## Task requirements
Number of lines below with the word "middle": state it and write nothing more.

——

/**
 * The dosing timeline: one lane per dose line over the simulated span, a tick at every
 * administration (a bar for an infusion's length), drawn from the form as it changes.
 */
import { svg } from './dom.ts';
import { clockOf, type Clock } from '../../models/levels/clock.ts';
import { infusionLength, instantValue, timeValue, type UnitSet } from './quantity.ts';
import type { DoseDoc, ScenarioStore } from './store.ts';
import { fmt } from '../../models/result/summary-text.ts';

const right = 14;
const laneH = 24;
const top = 8;
const axisH = 26;
const maxMarks = 4000;

export const linePalette = ['#2f6f73', '#8a5a2b', '#5b5f97', '#9b4d63', '#4f7a3a', '#6b6b6b'];

export interface Administration {
  time: number;
  length: number | null;
}

/** Administration times of one dose line within [start, end], as the engine will expand them (capped for drawing). */
export function expandLine(d: DoseDoc, start: number, end: number, u: UnitSet, clock: Clock | null = null): { marks: Administration[]; truncated: boolean; readable: boolean } {
  const at = instantValue(d.at ?? 0, u, clock);
  if (at === null) return { marks: [], truncated: false, readable: false };
  const len = infusionLength(d.duration, d.rate, d.amount, u);
  const marks: Administration[] = [];
  const every = d.every === undefined ? null : timeValue(d.every, u);
  if (d.every !== undefined && (every === null || every <= 0)) return { marks: [], truncated: false, readable: false };
  if (every === null) {
    if (at <= end) marks.push({ time: at, length: len });
    return { marks, truncated: false, readable: true };
  }
  let last = end;
  if (typeof d.count === 'number') last = Math.min(end, at + (d.count - 1) * every);
  else if (d.through !== undefined) {
    const through = instantValue(d.through, u, clock);
    if (through === null) return { marks: [], truncated: false, readable: false };
    last = Math.min(end, through);
  }
  for (let k = 0; ; k++) {
    const t = at + k * every;
    if (t > last + 1e-9 * Math.max(1, Math.abs(last))) break;
    if (marks.length >= maxMarks) return { marks, truncated: true, readable: true };
    if (t >= start) marks.push({ time: t, length: len });
  }
  return { marks, truncated: false, readable: true };
}

/** Round tick spacing: multiples that people use for the time unit (hours by 6, 12, 24…). */
export function tickStep(span: number, unit: string, target = 8): number {
  const raw = span / target;
  const byUnit: Record<string, number[]> = {
    h: [0.25, 0.5, 1, 2, 3, 6, 12, 24, 48, 72, 168, 336, 720],
    min: [1, 2, 5, 10, 15, 30, 60, 120, 240, 360, 720, 1440],
    day: [1, 2, 7, 14, 28],
  };
  const list = byUnit[unit];
  if (list && raw <= list[list.length - 1]) return list.find((s) => s >= raw) ?? list[list.length - 1];
  const p = 10 ** Math.floor(Math.log10(raw || 1));
  const m = raw / p;
  return (m <= 1 ? 1 : m <= 2 ? 2 : m <= 5 ? 5 : 10) * p;
}

export function renderTimeline(store: ScenarioStore, host: HTMLElement): void {
  // Drawn at the width it is shown at, so its text keeps its size; narrow windows scroll it.
  const width = Math.max(340, Math.floor((host.clientWidth || 836) - 18));
  const labelW = width < 600 ? 92 : 150;
  const labelChars = Math.floor(labelW / 6.6);
  const u = store.units;
  // Date-times count from the scenario's clock, as the server reads them.
  const clock = clockOf(store.scenario.clock as { origin?: string; zone?: string } | undefined, (store.doses ?? []).map((d) => d.at)).clock;
  const start = instantValue(store.scenario.output?.start ?? 0, u, clock) ?? 0;
  const end = instantValue(store.scenario.output?.end, u, clock);
  const doses = store.doses;
  const root = svg('svg', { class: 'timeline-svg', width, role: 'img', 'aria-labelledby': 'timeline-title timeline-desc', 'data-testid': 'timeline' });
  const title = svg('title', { id: 'timeline-title' }, 'Dosing timeline');

  if (end === null || !(end > start)) {
    root.setAttribute('viewBox', `0 0 ${width} 40`);
    root.setAttribute('height', '40');
    root.append(title, svg('desc', { id: 'timeline-desc' }, 'No span to draw.'), svg('text', { x: width / 2, y: 24, 'text-anchor': 'middle', class: 'axis-label' }, 'Set an end time after the start to see the timeline.'));
    host.replaceChildren(root);
    return;
  }

  const plotW = width - labelW - right;
  const x = (t: number) => labelW + ((t - start) / (end - start)) * plotW;
  const lanes = Math.max(doses.length, 1);
  const height = top + lanes * laneH + axisH;
  root.setAttribute('viewBox', `0 0 ${width} ${height}`);
  root.setAttribute('height', String(height));
  root.append(title);

  const descParts: string[] = [];
  const lanesG = svg('g', {});
  doses.forEach((d, i) => {
    const y = top + i * laneH;
    const colour = linePalette[i % linePalette.length];
    const name = `${i + 1}${typeof d.label === 'string' && d.label ? ` · ${d.label}` : ''}`;
    lanesG.append(
      svg('rect', { x: labelW, y: y + 2, width: plotW, height: laneH - 4, class: i % 2 ? 'lane odd' : 'lane' }),
      svg('text', { x: labelW - 8, y: y + laneH / 2 + 4, 'text-anchor': 'end', class: 'lane-label' }, name.length > labelChars ? `${name.slice(0, labelChars - 1)}…` : name),
    );
    const { marks, truncated, readable } = expandLine(d, start, end, u, clock);
    if (!readable) {
      lanesG.append(svg('text', { x: labelW + 6, y: y + laneH / 2 + 4, class: 'lane-note' }, 'times not readable yet'));
      descParts.push(`line ${i + 1}: times not readable`);
      return;
    }
    const g = svg('g', { class: 'marks', fill: colour, stroke: colour });
    for (const m of marks) {
      const x0 = x(m.time);
      if (m.length !== null && m.length > 0) {
        const w = Math.max(2, x(Math.min(end, m.time + m.length)) - x0);
        g.append(svg('rect', { x: x0.toFixed(2), y: y + 6, width: w.toFixed(2), height: laneH - 12, class: 'infusion' }));
      } else {
        g.append(svg('line', { x1: x0.toFixed(2), x2: x0.toFixed(2), y1: y + 4, y2: y + laneH - 4, class: 'bolus' }));
      }
    }
    lanesG.append(g);
    if (truncated) lanesG.append(svg('text', { x: width - right, y: y + laneH / 2 + 4, 'text-anchor': 'end', class: 'lane-note' }, `first ${maxMarks} shown`));
    descParts.push(
      `line ${i + 1}${typeof d.label === 'string' && d.label ? ` (${d.label})` : ''}: ${marks.length}${truncated ? '+' : ''} dose${marks.length === 1 ? '' : 's'}` +
        (marks.length ? ` from ${fmt(marks[0].time)} to ${fmt(marks[marks.length - 1].time)} ${u.time}` : ''),
    );
  });
  if (doses.length === 0) lanesG.append(svg('text', { x: labelW + 6, y: top + laneH / 2 + 4, class: 'lane-note' }, 'No doses.'));

  // Time axis.
  const axisY = top + lanes * laneH + 4;
  const axis = svg('g', { class: 'axis' }, svg('line', { x1: labelW, x2: labelW + plotW, y1: axisY, y2: axisY }));
  const step = tickStep(end - start, u.time, width < 600 ? 5 : 8);
  const first = Math.ceil(start / step) * step;
  for (let t = first, n = 0; t <= end + 1e-9 && n < 60; t += step, n++) {
    const xt = x(t);
    axis.append(svg('line', { x1: xt, x2: xt, y1: axisY, y2: axisY + 4 }), svg('text', { x: xt, y: axisY + 16, 'text-anchor': 'middle', class: 'axis-label' }, fmt(t)));
  }
  axis.append(svg('text', { x: labelW - 8, y: axisY + 16, 'text-anchor': 'end', class: 'axis-label' }, `time (${u.time})`));
  root.append(svg('desc', { id: 'timeline-desc' }, `Span ${fmt(start)} to ${fmt(end)} ${u.time}. ${descParts.join('; ') || 'No doses.'}`), lanesG, axis);
  host.replaceChildren(root);
}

——

## Output below
2